The report deemed 191 of 1,597 schools statewide "apartheid schools," which is defined as schools where 1 percent or less of the student population is white.

During the 2010 to 2011 school year, apartheid schools accounted for 26 percent of all black students and almost 13 percent of Latino students.

Rutgers researcher Paul Tractenberg, "I find it extremely depressing that New Jersey has what I believe is the strongest state constitution requiring racial balance in the schools, and we have done pretty much zero with that."

New Jersey has the third highest percentage of black students in apartheid schools, behind Illinois and Michigan, according to the report "New Jersey's Apartheid and Intensely Segregated Urban Schools."

In addition to the apartheid schools, the researchers said many more minority students studied in "intensely segregated" schools, in which whites made up zero to 10 percent of the student population. Those schools were often in urban counties, including Essex, Hudson,
Camden, Mercer, Middlesex, Monmouth, Passaic and Union, the report said.

I took exception to the word 'apartheid', however, according to this:

Tractenberg said he used the potentially inflammatory word “apartheid” to grab attention.
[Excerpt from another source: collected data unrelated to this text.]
/**
 * Stacked Chart.js trends on one shared run-time axis, one chart per physical quantity.
 *
 * Kept fast as the Chart.js "Performance" documentation advises: no animation, no parsing, no points, fixed scale bounds
 * set here, data decimated by the source to about two points per pixel column, and at most
 * MAX_REDRAWS_PER_SECOND redraws (requestAnimationFrame plus a time gate). Zoom and pan move
 * the x scale's min/max directly: wheel or drag on a chart, arrow and +/- keys, or the view's
 * buttons.
 */
import {
  Chart,
  LineController,
  LineElement,
  LinearScale,
  PointElement,
  type ChartDataset,
  type Scale,
} from 'chart.js';
import { formatRunTime } from '../format';
import { formatRunClock } from '@shared/engine/time-format';
import { phaseBandsPlugin, type GapSpan, type TimeMarker } from './phase-bands-plugin';
import type { PlotField, PlotPoint, TrendSource } from './trend-source';

Chart.register(LineController, LineElement, PointElement, LinearScale);

export interface SeriesSpec {
  field: PlotField;
  label: string;
  color: string;
  dash?: number[];
}
export interface AxisSpec {
  /** Axis title with its unit, e.g. `Pack voltage [V]`. */
  title: string;
  series: SeriesSpec[];
}
export interface QuantitySpec {
  id: string;
  left: AxisSpec;
  right?: AxisSpec;
}

/** The Bench view's charts, organised by physical quantity, each with its unit on the axis. */
export const BENCH_QUANTITIES: QuantitySpec[] = [
  {
    id: 'vbat',
    left: {
      title: 'Pack voltage [V]',
      series: [{ field: 'vbatV', label: 'Pack voltage', color: '#1f3f6e' }],
    },
  },
  {
    id: 'ibat',
    left: {
      title: 'Charge current [A]',
      series: [{ field: 'ibatA', label: 'Charge current', color: '#8a3a10' }],
    },
  },
  {
    id: 'temp',
    left: {
      title: 'Temperature [°C]',
      series: [{ field: 'tempC', label: 'Pack temperature', color: '#6e1f4a' }],
    },
  },
  {
    id: 'source',
    left: {
      title: 'Source voltage [V]',
      series: [{ field: 'vinV', label: 'Source voltage', color: '#2c5a36' }],
    },
    right: {
      title: 'Source power [W]',
      series: [{ field: 'powerW', label: 'Source power', color: '#6a5614', dash: [5, 3] }],
    },
  },
];

export const MAX_REDRAWS_PER_SECOND = 10;
/** Upper bound of points per dataset handed to Chart.js. */
export const MAX_POINTS_PER_DATASET = 2000;
const MIN_SPAN_S = 30;
const LEFT_AXIS_PX = 64;
const RIGHT_AXIS_PX = 58;

export interface CursorValue {
  field: PlotField;
  label: string;
  unit: string;
  value: number | null;
}
export interface CursorReadout {
  t: number;
  values: CursorValue[];
}

export interface PanelWindow {
  x0: number;
  x1: number;
  follow: boolean;
  paused: boolean;
}

interface ChartEntry {
  spec: QuantitySpec;
  chart: Chart<'line', PlotPoint[]>;
  canvas: HTMLCanvasElement;
  fields: { field: PlotField; axis: 'y' | 'y2' }[];
}
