def _redistribution_checks(strip, project, code, mat, zones) -> list[Check]:
    """EN 1992-1-1:2004, 5.5(4) + UK NA: delta against ductility class, x_u/d and span ratios."""
    delta = project.analysis.redistribution_delta
    if delta >= 1.0:
        return []
    lim = code.redistribution_limits(mat)
    checks = [
        Check(
            "redistribution: steel ductility",
            "EN 1992-1-1:2004, 5.5(4)",
            lim.delta_min_ductility,
            delta,
            "delta",
            delta >= lim.delta_min_ductility - 1e-9,
        )
    ]
    spans = [s.length_mm for s in strip.segments if not s.is_cantilever]
    for a, b in itertools.pairwise(spans):
        ok = lim.spans_ok(a, b)
        checks.append(
            Check(
                "redistribution: adjacent span ratio",
                "EN 1992-1-1:2004, 5.5(4)",
                round(a / b, 3),
                lim.span_ratio_max if a > b else lim.span_ratio_min,
                "-",
                ok,
            )
        )
    for z in zones:
        if z.face is Face.TOP and z.k > 0:
            x_u_d = max(0.0, (z.d_mm - z.z_mm) / (0.4 * z.d_mm))
            need = lim.delta_min(x_u_d)
            checks.append(
                Check(
                    f"redistribution at {z.zone_id}: x_u/d",
                    "EN 1992-1-1:2004, 5.5(4)",
                    round(need, 3),
                    delta,
                    "delta",
                    delta >= need - 1e-9,
                )
            )
    return checks


__all__ = ["BondCondition", "DemandCurve", "default_code", "detail_project", "detail_strip", "math"]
Titled “New Jersey’s Dysfunctional State Education System,” the report argued for a range of steps for integration: more mergers of districts, regional magnet schools, county vocational schools and policies allowing students to transfer to public schools outside their districts. The Christie administration has expanded inter district choice programs that give students options and help schools fill empty seats.

Tractenberg was a lead attorney in the landmark Abbott v. Burke case that led to a state Supreme Court mandate for New Jersey to help struggling urban districts provide a “thorough and efficient” education to all students.

The state has poured billions of dollars in aid to bolster them and provide free preschool there. Some studies have found that investment in preschool is paying off with improved literacy in early grades.

Even so, these districts report low test scores and grim graduation rates, such as 72 percent in Paterson last year. (I wonder why?)

James Harris, president of the New Jersey State Conference of the NAACP, said that “what’s missing in New Jersey is the will to fix the problem” of segregation.

Tractenberg didn’t minimize the challenge.

“I don’t say that now that we’ve got this data, people will fall all over themselves to do something about it,” he said. “But it seems so extreme, and to the extent that we write off black and Latino students, we’re writing off what will soon be a majority of students in the state.”

He argued that more integration would help white students as well.
“White kids growing up in isolation aren’t being prepared for the kind of world they will enter” as adults, he said. “There are kids growing up in white suburban New Jersey who have virtually no contact with anybody with a different skin color.”

Now I can attest to not having any contact with anyone out of my own group as a kid. That’s the way it is when you’re brought up in a neighborhood made up primarily of one group or another.

It wasn’t till I entered high school when I encountered kids of a different background – Irish kids from Rockaway. And it became even more pronounced when I entered college – Jewish kids from Midwood.

The population of schools reflect the areas in which they’re located. Is it truly necessary to force diversity onto students when they’ll find out soon enough that they share the globe with others of a different background?

While no one is forcing students to be segregated, neither should government be forcing them to integrate.